Da eine der Heteroduplex ähnliche Struktur bei der Transkription von DNA auftritt, wenn
die beiden DNA-Stränge geschmolzen werden, könnte ein potentieller Repressionsmechanismus
von Kid-1 und anderen Zinkfingerproteinen mit KRAB-Domäne folgendermaßen aussehen: Nach
der Erkennung einer Heteroduplex rekrutiert Kid-1 mit Hilfe von KRIP-1, einem KRAB-
interagierenden Protein, nicht-histonische chromosomale Proteine, die über Bildung von
kondensierten Heterochromatinstrukturen zu einer transkriptionellen Repression führen. Fraglich
ist jedoch, ob Kid-1 in vivo eine solche „Transkriptionsblase“ erkennt, da durch den
Initiationskomplex mit der RNA-Polymerase II die Größe der zugänglichen und geschmolzenen
DNA eingeschränkt wird und Kid-1 an kleinere Heteroduplices nur schwach bindet.
Obwohl das POU-Domänenprotein Oct-6 und das ets-Domänenprotein Ets-1 nicht an
Heteroduplex-DNA banden, konnte sowohl für WT-1-KTS als auch für WT-1+KTS eine starke
Bindung an Heteroduplex-DNA nachgewiesen werden. WT-1-KTS band an Heteroduplex mit
ähnlicher Stärke wie an die Egr-1-Konsensusequenz. Nachdem für die beiden WT-1-Isoformen
schon mehrere sequenzabhängige Bindungsstellen charakterisiert wurden, konnte hier nun
zusätzlich die sequenzunabhängige Bindung an die Struktur einer Heteroduplex dargestellt
werden. Da für die WT-1-Isoformen eine Kolokalisation mit Transkriptionsfaktoren und fraglich
auch mit Splicingfaktoren besteht, ist eine interessante Hypothese sicherlich, daß WT-1 nach
Erkennen einer Heteroduplex lenkend auf die Transkription und das Splicing einwirkt. Offen ist
allerdings, ob die bei der Transkription geschmolzene DNA ausreichend groß und zugänglich ist
und ob nicht nur eine räumliche Kolokalisation von WT-1 mit Transkriptions- und
möglicherweise auch Splicingfaktoren besteht, sondern auch eine funktionelle Interaktion.
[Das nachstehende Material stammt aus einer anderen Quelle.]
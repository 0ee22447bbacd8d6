import { spawnSync } from 'node:child_process';
import { existsSync, readdirSync, statSync } from 'node:fs';
import path from 'node:path';
import { root } from './install.mjs';

const sources = [
  'src',
  'shared',
  'workers',
  'public',
  'index.html',
  'vite.config.ts',
  'tailwind.config.ts',
  'package-lock.json',
];

function newest(entry) {
  if (!existsSync(entry)) return 0;
  const own = statSync(entry);
  if (!own.isDirectory()) return own.mtimeMs;
  return readdirSync(entry).reduce((latest, name) => Math.max(latest, newest(path.join(entry, name))), 0);
}

/** Builds the client when it is missing or older than what it is made from. */
export function ensureBuilt() {
  const page = path.join(root, 'dist', 'index.html');
  const latest = Math.max(...sources.map((name) => newest(path.join(root, name))));
  if (existsSync(page) && statSync(page).mtimeMs >= latest) return;
  console.log('Building the client (vite build) …');
  const vite = path.join(root, 'node_modules', 'vite', 'bin', 'vite.js');
  const { status } = spawnSync(process.execPath, [vite, 'build', '--logLevel', 'warn'], {
    cwd: root,
    stdio: 'inherit',
  });
  if (status !== 0) process.exit(status ?? 1);
}
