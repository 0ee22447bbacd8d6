import { describe, expect, it } from 'vitest';
import { MU0_H_PER_M } from '../constants';
import { coaxVia_H, signalVia_H } from './signal-via';
import { viaPairLog_H } from './via';

const fault = (field: string) => expect.objectContaining({ name: 'EngineError', field });
const [HEIGHT, DISTANCE, DIAMETER] = [1.6e-3, 1e-3, 0.25e-3];

/** The same loop from partial inductances of thin wires, −(μ₀h/2π)·ΣΣ iⱼ·iₖ·ln a for unit current: an independent sum. */
function byEnergy(returns: number): number {
  const wires = [
    { x: 0, y: 0, i: 1 },
    ...Array.from({ length: returns }, (_, k) => ({
      x: DISTANCE * Math.cos((2 * Math.PI * k) / returns),
      y: DISTANCE * Math.sin((2 * Math.PI * k) / returns),
      i: -1 / returns,
    })),
  ];
  let sum = 0;
  for (const a of wires)
    for (const b of wires)
      sum -= a.i * b.i * Math.log(a === b ? DIAMETER / 2 : Math.hypot(a.x - b.x, a.y - b.y));
  return ((MU0_H_PER_M * HEIGHT) / (2 * Math.PI)) * sum;
}

describe('signal via with returns round it', () => {
  it.each([1, 2, 3, 4, 6, 8])('agrees with the energy of thin wires for %d returns', (returns) => {
    expect(signalVia_H(HEIGHT, DISTANCE, DIAMETER, returns) / byEnergy(returns)).toBeCloseTo(1, 12);
  });

  it('is the pair of thin wires with one return and nears the closed cylinder with many', () => {
    expect(signalVia_H(HEIGHT, DISTANCE, DIAMETER, 1)).toBeCloseTo(
      viaPairLog_H(HEIGHT, DISTANCE, DIAMETER),
      20,
    );
    const thin = 1e-6;
    const many = signalVia_H(HEIGHT, DISTANCE, thin, 2000) / coaxVia_H(HEIGHT, DISTANCE, thin);
    expect(many).toBeGreaterThan(0.999);
    expect(many).toBeLessThan(1.001);
  });

  it('names what it refuses', () => {
    for (const bad of [0, -1, Number.NaN, Number.POSITIVE_INFINITY]) {
      expect(() => signalVia_H(bad, DISTANCE, DIAMETER, 2)).toThrow(fault('height_m'));
      expect(() => signalVia_H(HEIGHT, bad, DIAMETER, 2)).toThrow(fault('distance_m'));
      expect(() => coaxVia_H(HEIGHT, DISTANCE, bad)).toThrow(fault('diameter_m'));
      expect(() => signalVia_H(HEIGHT, DISTANCE, DIAMETER, bad)).toThrow(fault('returns'));
    }
    expect(() => coaxVia_H(HEIGHT, DIAMETER, DIAMETER)).toThrow(fault('distance_m'));
    expect(() => signalVia_H(HEIGHT, DISTANCE, DIAMETER, 2.5)).toThrow(fault('returns'));
    // Thirty barrels of 0.25 mm do not fit on a circle of 6.3 mm.
    expect(() => signalVia_H(HEIGHT, DISTANCE, DIAMETER, 30)).toThrow(fault('returns'));
  });
});
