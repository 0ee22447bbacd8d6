import { EngineError } from '../errors';
import { heightBetween, platesBetween, type StackLayer } from './layers';

export type { StackLayer };

export interface PlanePair {
  /** Between the facing surfaces. */
  spacing_m: number;
  /** Of the dielectrics in series: h/Σ(hᵢ/εᵢ). */
  relative_permittivity: number;
  /** From the outer copper's inner face to the nearer plane's facing one; 0 when that plane is the outer copper. */
  depthFromTop_m: number;
  depthFromBottom_m: number;
}

function planeAt(layers: readonly StackLayer[], field: string, name: string): number {
  const index = layers.findIndex((layer) => layer.kind === 'copper' && layer.name === name);
  const layer = layers[index];
  if (!layer) throw new EngineError(field, `the stack-up has no copper layer called ${name}`);
  if (layer.kind === 'copper' && layer.use !== 'plane')
    throw new EngineError(field, `${name} is a signal layer, not a plane`);
  return index;
}

/**
 * Two planes of a stack-up by name, the upper one first: spacing and depth in metres, permittivity of what lies between. Throws
 * EngineError('upperName' or 'lowerName', …) for a name that is no copper plane, the same layer twice, the wrong order, copper
 * or nothing in between; `layers[name].…` for a thickness or permittivity that cannot be.
 */
export function planePair(layers: readonly StackLayer[], upperName: string, lowerName: string): PlanePair {
  const upper = planeAt(layers, 'upperName', upperName);
  const lower = planeAt(layers, 'lowerName', lowerName);
  if (upper === lower) throw new EngineError('lowerName', `${lowerName} cannot be both planes of a pair`);
  if (lower < upper)
    throw new EngineError('lowerName', `${lowerName} lies above ${upperName}: name the upper plane first`);
  const copper = layers.slice(upper + 1, lower).find((layer) => layer.kind === 'copper');
  if (copper)
    throw new EngineError(
      'lowerName',
      `${copper.name} lies between ${upperName} and ${lowerName}: choose planes with only dielectric between`,
    );
  return {
    ...platesBetween(layers, upper, lower),
    depthFromTop_m: heightBetween(layers, 0, upper),
    depthFromBottom_m: heightBetween(layers, lower, layers.length - 1),
  };
}

/** All pairs of planes with only dielectric between them, from the top down, as a chooser offers them. Throws as `planePair` does. */
export function planePairs(layers: readonly StackLayer[]): (PlanePair & { upper: string; lower: string })[] {
  const coppers = layers.filter((layer) => layer.kind === 'copper');
  return coppers.slice(1).flatMap((lower, i) => {
    const upper = coppers[i];
    if (upper.use !== 'plane' || lower.use !== 'plane') return [];
    return [{ upper: upper.name, lower: lower.name, ...planePair(layers, upper.name, lower.name) }];
  });
}

/**
 * Height in metres of a side's outer copper over the nearest plane below it, face to face: what a trace there returns on. Throws
 * EngineError('layers', …) when there is no plane below.
 */
export function heightToPlane(layers: readonly StackLayer[], side: 'top' | 'bottom'): number {
  const inwards = side === 'top' ? layers : layers.toReversed();
  const plane = inwards.findIndex((layer, i) => i > 0 && layer.kind === 'copper' && layer.use === 'plane');
  if (plane < 0) throw new EngineError('layers', `no plane lies below the ${side} side`);
  return heightBetween(inwards, 0, plane);
}
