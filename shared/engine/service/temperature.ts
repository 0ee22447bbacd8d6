import { EngineError } from '../errors';
import { type Band, steady } from './band';
import { BASIS } from './basis';
import { finite } from './checks';
import type { Dielectric } from './dielectric';
import { factorCurve } from './factor-curve';
import { familyOf } from './family';
import type { CurvePoints, PartBehaviour } from './part-behaviour';
import { usualDrift } from './temperature-drift';

const ABSOLUTE_ZERO_C = -273.15;

/**
 * What a temperature in °C makes of a part's capacitance, as C ÷ C(reference). The part's curve gives a value (held at its ends);
 * a class 1 code a value with a narrow band; a class 2 or 3 code only a band round 1, since any curve inside its limits is
 * allowed; other technologies a usual drift. A bare part is taken as it stands. Throws EngineError('temperature_C') for what is
 * no temperature.
 */
export function temperatureFactor(part: PartBehaviour, temperature_C: number): Band {
  if (finite('temperature_C', temperature_C) < ABSOLUTE_ZERO_C)
    throw new EngineError('temperature_C', 'is below absolute zero');
  if (part.temperature_curve) return fromCurve(part.temperature_curve, temperature_C);
  const family = familyOf(part);
  if (family.kind === 'bare') return steady(1, false, BASIS.asGiven);
  if (family.kind !== 'ceramic') return usualDrift(family.kind, temperature_C);
  return family.dielectric ? fromCode(family.dielectric, temperature_C) : unknownCeramic(temperature_C);
}

function fromCurve(points: CurvePoints, temperature_C: number): Band {
  const { at, first, last } = factorCurve(points, 'temperature_curve');
  const isOutside = temperature_C < first[0] || temperature_C > last[0];
  return steady(
    at(temperature_C),
    isOutside,
    isOutside ? BASIS.beyondTemperatureCurve : BASIS.temperatureCurve,
  );
}

function fromCode(dielectric: Dielectric, temperature_C: number): Band {
  const { code, low_C, high_C, reference_C } = dielectric;
  if (temperature_C === reference_C) return steady(1, false, BASIS.atReference);
  const isOutside = temperature_C < low_C || temperature_C > high_C;
  const basis = isOutside ? BASIS.outsideLimits(code, low_C, high_C) : BASIS.limits(code);
  if (dielectric.class !== 1) {
    const { lowest, highest } = dielectric;
    return { factor: 1, low: 1 + lowest, high: 1 + highest, estimated: true, basis };
  }
  const rise_K = temperature_C - reference_C;
  const factor = 1 + dielectric.slope_ppmPerK * rise_K * 1e-6;
  const spread = dielectric.tolerance_ppmPerK * Math.abs(rise_K) * 1e-6;
  return { factor, low: factor - spread, high: factor + spread, estimated: isOutside, basis };
}

function unknownCeramic(temperature_C: number): Band {
  if (temperature_C === 25) return steady(1, false, BASIS.atReference);
  return { factor: 1, low: 0.85, high: 1.15, estimated: true, basis: BASIS.unknownLimits };
}
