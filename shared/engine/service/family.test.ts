import { describe, expect, it } from 'vitest';
import { familyOf } from './family';

describe('family of a part', () => {
  it.each([
    ['ceramic', 'ceramic'],
    ['MLCC', 'ceramic'],
    ['polymer', 'polymer'],
    ['Aluminium polymer', 'polymer'],
    ['tantalum', 'tantalum'],
    ['aluminum electrolytic', 'aluminium'],
    ['Film', 'film'],
    ['wood', 'bare'],
    ['', 'bare'],
  ])('of %s is %s', (technology, kind) => expect(familyOf({ technology }).kind).toBe(kind));

  it('goes by the dielectric code where the technology says nothing, and never against it', () => {
    expect(familyOf({})).toEqual({ kind: 'bare' });
    expect(familyOf({ dielectric: 'X7R' })).toMatchObject({ kind: 'ceramic', dielectric: { code: 'X7R' } });
    expect(familyOf({ technology: 'chip', dielectric: 'C0G' }).kind).toBe('ceramic');
    expect(familyOf({ technology: 'polymer', dielectric: 'X7R' })).toEqual({ kind: 'polymer' });
    expect(familyOf({ technology: 'ceramic', dielectric: 'best' })).toEqual({
      kind: 'ceramic',
      dielectric: null,
    });
    expect(familyOf({ dielectric: 'best' }).kind).toBe('bare');
  });
});
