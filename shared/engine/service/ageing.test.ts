import { describe, expect, it } from 'vitest';
import { ageingEstimate, ageingFactor, ageingRate, LEAST_AGE_H } from './ageing';

const fault = (field: string) => expect.objectContaining({ name: 'EngineError', field });

describe('ageing law', () => {
  it('is linear in decades: 1 at the reference, above it when younger', () => {
    expect(ageingFactor(2.5, 1000)).toBe(1);
    expect(ageingFactor(2.5, 1e5)).toBeCloseTo(0.95, 14);
    expect(ageingFactor(2.5, 100)).toBeCloseTo(1.025, 14);
    expect(ageingFactor(0, 1e9)).toBe(1);
    expect(ageingFactor(7, 10, 1)).toBeCloseTo(0.93, 14);
  });

  it('counts what is younger than an hour as an hour old', () => {
    expect(ageingFactor(2.5, 0)).toBe(ageingFactor(2.5, LEAST_AGE_H));
    expect(ageingFactor(2.5, 0)).toBeCloseTo(1.075, 14);
  });

  it('names what it refuses', () => {
    expect(() => ageingFactor(-1, 1)).toThrow(fault('ageing_percent_per_decade'));
    expect(() => ageingFactor(Number.NaN, 1)).toThrow(fault('ageing_percent_per_decade'));
    expect(() => ageingFactor(1, -1)).toThrow(fault('age_h'));
    expect(() => ageingFactor(1, Number.POSITIVE_INFINITY)).toThrow(fault('age_h'));
    expect(() => ageingFactor(1, 1, 0)).toThrow(fault('reference_h'));
    // 20 % a decade leaves nothing after five decades.
    expect(() => ageingFactor(20, 1e8)).toThrow(fault('age_h'));
  });
});

describe('ageing rate', () => {
  it('is the part’s own before all others', () => {
    expect(ageingRate({ technology: 'ceramic', dielectric: 'Y5V', ageing_percent_per_decade: 3 })).toEqual({
      percentPerDecade: 3,
      estimated: false,
      basis: 'own rate',
    });
    expect(ageingRate({ ageing_percent_per_decade: 0 }).estimated).toBe(false);
    expect(() => ageingRate({ ageing_percent_per_decade: -1 })).toThrow(fault('ageing_percent_per_decade'));
  });

  it.each([
    ['C0G', 0, false],
    ['U2J', 0, false],
    ['X7R', 2.5, true],
    ['X6S', 2.5, true],
    ['2R1', 2.5, true],
    ['Z5U', 5, true],
    ['Y5V', 7, true],
    ['2F4', 7, true],
    ['', 2.5, true],
  ])('of a %s ceramic is %d %% a decade', (dielectric, percentPerDecade, estimated) =>
    expect(ageingRate({ technology: 'ceramic', dielectric })).toMatchObject({ percentPerDecade, estimated }),
  );

  it('is none for the others, and a bare part is taken as it stands', () => {
    for (const technology of ['polymer', 'tantalum', 'aluminium', 'film']) {
      const rate = ageingRate({ technology });
      expect(rate).toMatchObject({ percentPerDecade: 0, estimated: technology === 'aluminium' });
      expect(rate.basis).toContain(technology);
    }
    expect(ageingRate({})).toEqual({ percentPerDecade: 0, estimated: false, basis: 'as given' });
  });

  it('does not count at the reference age', () => {
    const part = { capacitance_F: 1e-6, esr_ohm: 0, esl_H: 0, dielectric: 'X7R' };
    expect(ageingEstimate(part, 1000)).toMatchObject({ factor: 1, estimated: false });
    expect(ageingEstimate(part, 1e4)).toEqual({ factor: 0.975, estimated: true, basis: 'usual rate of X7R' });
  });
});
Hiermit konnte die Struktur einer Heteroduplex als ein neues Motiv für DNA-bindende
Proteine charakterisiert werden. Die Struktur einer Heteroduplex stellt aber nicht nur die erste
DNA-Bindungsstelle für Zinkfingerproteine mit KRAB-Domäne dar, sondern ist auch ein
Bindungsmotiv, das von anderen Zinkfingerproteinen erkannt wird.